When I bought my Trek I was torn between her and a Giant TranSend DX. They were both nice machines and the Giant had rack and fenders already so less to do, but it wasn't as pretty to me. Everyone else told me to go with that one and said that it was cooler looking/more modern styling, but it just wasn't my style. You will ride more on a bike you love!


----------



## alicat (2 Mar 2018)

+1 for the Park Tools chain cleaning gadget.


----------



## vickster (3 Mar 2018)

Marathon + tyres, heavy, slow, slippery. I only kept them (until I sold the bike) having paid full price at LBS. thankfully they fitted them or I would have been cursing more if I’d fought them on myself!!


----------



## Welsh wheels (3 Mar 2018)

airborneal said:


> Apologies if this has been asked before
> 
> It could be because item didn't work as good as expected.
> 
> ...


I once brought a bike mirror.
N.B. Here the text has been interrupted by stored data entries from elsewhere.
import { count, type Engine, nano, type Row, real, whole, wholeOrNull } from "./engine.ts";
import { nanoText } from "./nano.ts";
import { type PowerClass, pivotAndScale } from "./pivot.ts";
import {
  cells,
  classes,
  type Dialect,
  decimalValue,
  EACH_BUCKET,
  jointCells,
  type Measured,
  type Over,
  type Statement,
} from "./sql/index.ts";
import type { CellTable, JointTable, ScoreTable } from "./types.ts";

/** From values over units to tables of exact sums. */

export interface DecimalMeasure {
  readonly x: Statement;
  readonly pivot: string;
  readonly scale: number;
  readonly value: Measured;
  /** How many values lie in each power-of-two class of |x|. */
  readonly classes: readonly PowerClass[];
}

/** What each value is measured against, from the units of a table. */
export async function decimalMeasures(
  values: readonly Statement[],
  from: Statement,
  engine: Engine,
  dialect: Dialect,
): Promise<DecimalMeasure[]> {
  if (values.length === 0) return [];
  const rows = await engine.query(classes(values, from, dialect));
  return values.map((x, part) => {
    const ofPart = rows
      .filter((row) => Number(row.part) === part)
      .map((row) => ({
        powerOfTwo: wholeOrNull(row, "class") === null ? null : count(row, "class"),
        n: whole(row, "n"),
        total: nano(row, "total"),
        least: nano(row, "least"),
        most: nano(row, "most"),
      }));
    const { pivot, scale } = pivotAndScale(ofPart);
    return measured(x, nanoText(pivot), scale, ofPart, dialect);
  });
}

/** A value measured against a pivot and a scale that are known. */
export const measured = (
  x: Statement,
  pivot: string,
  scale: number,
  classes: readonly PowerClass[],
  dialect: Dialect,
): DecimalMeasure => ({ x, pivot, scale, value: decimalValue(x, pivot, scale, dialect), classes });

export async function decimalTables(
  measures: readonly DecimalMeasure[],
  engine: Engine,
  over: Over = EACH_BUCKET,
): Promise<CellTable[]> {
  const tables = await groupedTables(measures, engine, over);
  return tables.map(([first]) => present(first));
}

/** The same in every grouping: one list a value, first that by bucket. */
export async function groupedTables(
  measures: readonly DecimalMeasure[],
  engine: Engine,
  over: Over,
): Promise<CellTable[][]> {
  const found = await someAtATime(
    measures.map((measure) => measure.value),
    (some) => engine.query(cells(some, over)),
  );
  return measures.map(({ pivot, scale }, i) => {
    const { rows: all, at } = found[i] ?? { rows: [], at: 0 };
    return byGrouping(all, over).map((rows) => ({
      pivot,
      scale,
      ...powerColumns(rows, at),
      total: rows.map((row) => nano(row, `total${at}`)),
      smallest: rows.map((row) => nano(row, `least${at}`)),
      largest: rows.map((row) => nano(row, `most${at}`)),
    }));
  });
}

const byGrouping = (rows: readonly Row[], { others = [] }: Over): Row[][] =>
  Array.from({ length: 1 + others.length }, (_, g) => rows.filter((row) => count(row, "grouping") === g));

/** Of doubles measured against 0. */
export async function doubleTables(
  values: readonly { readonly value: Measured; readonly scale: number }[],
  engine: Engine,
  over: Over = EACH_BUCKET,
): Promise<ScoreTable[]> {
  const found = await someAtATime(
    values.map(({ value }) => value),
    (some) => engine.query(cells(some, over)),
  );
  return values.map(({ scale }, i) => {
    const { rows, at } = found[i] ?? { rows: [], at: 0 };
    return {
      scale,
      ...powerColumns(rows, at),
      smallest: rows.map((row) => real(row, `least${at}`)),
      largest: rows.map((row) => real(row, `most${at}`)),
    };
  });
}

/** Two values and their cells in the same groups. A unit without y has no x either. */
export interface MeasuredPair {
  readonly y: DecimalMeasure;
  readonly x: DecimalMeasure;
  readonly ofY: CellTable;
  readonly ofX: CellTable;
}

/** The same with their cells in every grouping. */
export interface GroupedPair extends Omit<MeasuredPair, "ofY" | "ofX"> {
  readonly ofY: readonly CellTable[];
  readonly ofX: readonly CellTable[];
}

export async function jointTables(
  pairs: readonly MeasuredPair[],
  engine: Engine,
  over: Over = EACH_BUCKET,
): Promise<JointTable[]> {
  const grouped = pairs.map((pair) => ({ ...pair, ofY: [pair.ofY], ofX: [pair.ofX] }));
  const tables = await groupedJointTables(grouped, engine, over);
  return tables.map(([first]) => present(first));
}

/** What the cells of y and of x say already is taken from them: new are the products, and y over the units that have x. */
export async function groupedJointTables(
  pairs: readonly GroupedPair[],
  engine: Engine,
  over: Over,
): Promise<JointTable[][]> {
  const asked = pairs.map(({ y, x, ofY: [ofY], ofX: [ofX] }) => ({
    y: y.value,
    x: x.value,
    isPartial: sum(present(ofY).n) !== sum(present(ofX).n),
  }));
  const found = await someAtATime(asked, (some) => engine.query(jointCells(some, over)));
  return pairs.map((pair, i) => {
    const { rows, at } = found[i] ?? { rows: [], at: 0 };
    const isPartial = asked[i]?.isPartial ?? false;
    return byGrouping(rows, over).map((own, g) => {
      const [ofY, ofX] = [present(pair.ofY[g]), present(pair.ofX[g])];
      return jointTable({ ...pair, ofY, ofX }, own, at, isPartial);
    });
  });
}

function jointTable(
  { y, x, ofY, ofX }: MeasuredPair,
  rows: readonly Row[],
  at: number,
  isPartial: boolean,
): JointTable {
  const [rowOfY, rowOfX] = [finder(ofY), finder(ofX)];
  const inY = (own: string, column: readonly bigint[]) =>
    rows.map((row) => (isPartial ? whole(row, own) : part(column, rowOfY(row))));
  const inX = (column: readonly bigint[]) => rows.map((row) => part(column, rowOfX(row)));
  return {
    pivots: [y.pivot, x.pivot],
    scales: [y.scale, x.scale],
    ...groupColumns(rows, at),
    high10: inY(`h${at}_10`, ofY.high1),
    high01: inX(ofX.high1),
    high20: inY(`h${at}_20`, ofY.high2),
    high11: rows.map((row) => whole(row, `h${at}_11`)),
    high02: inX(ofX.high2),
    low10: inY(`l${at}_10`, ofY.low1),
    low01: inX(ofX.low1),
    low20: inY(`l${at}_20`, ofY.low2),
    low11: rows.map((row) => whole(row, `l${at}_11`)),
    low02: inX(ofX.low2),
    totalY: rows.map((row) => (isPartial ? nano(row, `y${at}`) : part(ofY.total, rowOfY(row)))),
    totalX: inX(ofX.total),
  };
}

/** Where a table has the group of a row. */
function finder(table: CellTable): (row: Row) => number {
  const places = new Map(table.n.map((_, i) => [`${table.variant[i]}/${table.bucket[i]}`, i]));
  return (row) => {
    const place = places.get(`${Number(row.variant)}/${Number(row.bucket)}`);
    if (place === undefined) throw new Error(`a pair in group ${row.variant}/${row.bucket}, where its value has none`);
    return place;
  };
}

function part<T>(column: readonly T[], place: number): T {
  const value = column[place];
  if (value === undefined) throw new Error(`no row ${place} in a column of ${column.length}`);
  return value;
}

function present<T>(table: T | undefined): T {
  if (table === undefined) throw new Error("a grouping without its table");
  return table;
}

const sum = (counts: readonly number[]): number => counts.reduce((all, n) => all + n, 0);

// A statement of a thousand columns takes longer to plan than to run.
const AT_ONCE = 12;

/** Rows of each value; a group in which no unit has one says nothing. */
async function someAtATime<T>(
  values: readonly T[],
  ask: (some: readonly T[]) => Promise<Row[]>,
): Promise<{ rows: Row[]; at: number }[]> {
  const found: { rows: Row[]; at: number }[] = [];
  for (let from = 0; from < values.length; from += AT_ONCE) {
    const some = values.slice(from, from + AT_ONCE);
    const rows = await ask(some);
    found.push(...some.map((_, at) => ({ rows: rows.filter((row) => count(row, `n${at}`) > 0), at })));
  }
  return found;
}

const groupColumns = (rows: readonly Row[], at: number) => ({
  variant: rows.map((row) => Number(row.variant)),
  bucket: rows.map((row) => Number(row.bucket)),
  n: rows.map((row) => count(row, `n${at}`)),
});

function powerColumns(rows: readonly Row[], at: number) {
  const sums = (kind: "h" | "l", k: number) => rows.map((row) => whole(row, `${kind}${at}_${k}`));
  return {
    ...groupColumns(rows, at),
    high1: sums("h", 1),
    high2: sums("h", 2),
    high3: sums("h", 3),
    high4: sums("h", 4),
    low1: sums("l", 1),
    low2: sums("l", 2),
    low3: sums("l", 3),
    low4: sums("l", 4),
  };
}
It broke on the second day for no apparent reason other than being extremely poor quality.


----------



## mikeymustard (3 Mar 2018)

ozboz said:


> I regretted buying my Surley after a while ,to the point I stopped riding it ,and toyed with selling but I changed the bars n leversto flats , got bars to preferred height ,gave it a new lease of life and now I can't get enough of it ,


Mine is the opposite of this:
A Claud Butler flat-barred road bike. After a lay off of 10yrs+ (and a weight gain of about 4 stone) I decided to get back into cycling. My partner, and the young whippersnapper at leisure lakes persuaded me that I was too old and fat (they didn't actually say 'fat' just implied it) for drop bars.
Never did get on with the bike or the bars, it was a harsh ride and my hands would go numb after a few miles.

I think the main problem (apart from it apparently being the bike that "proves" ally frames are harsh) is that my age group never rode upright bikes; I've ridden drops since i was about seven!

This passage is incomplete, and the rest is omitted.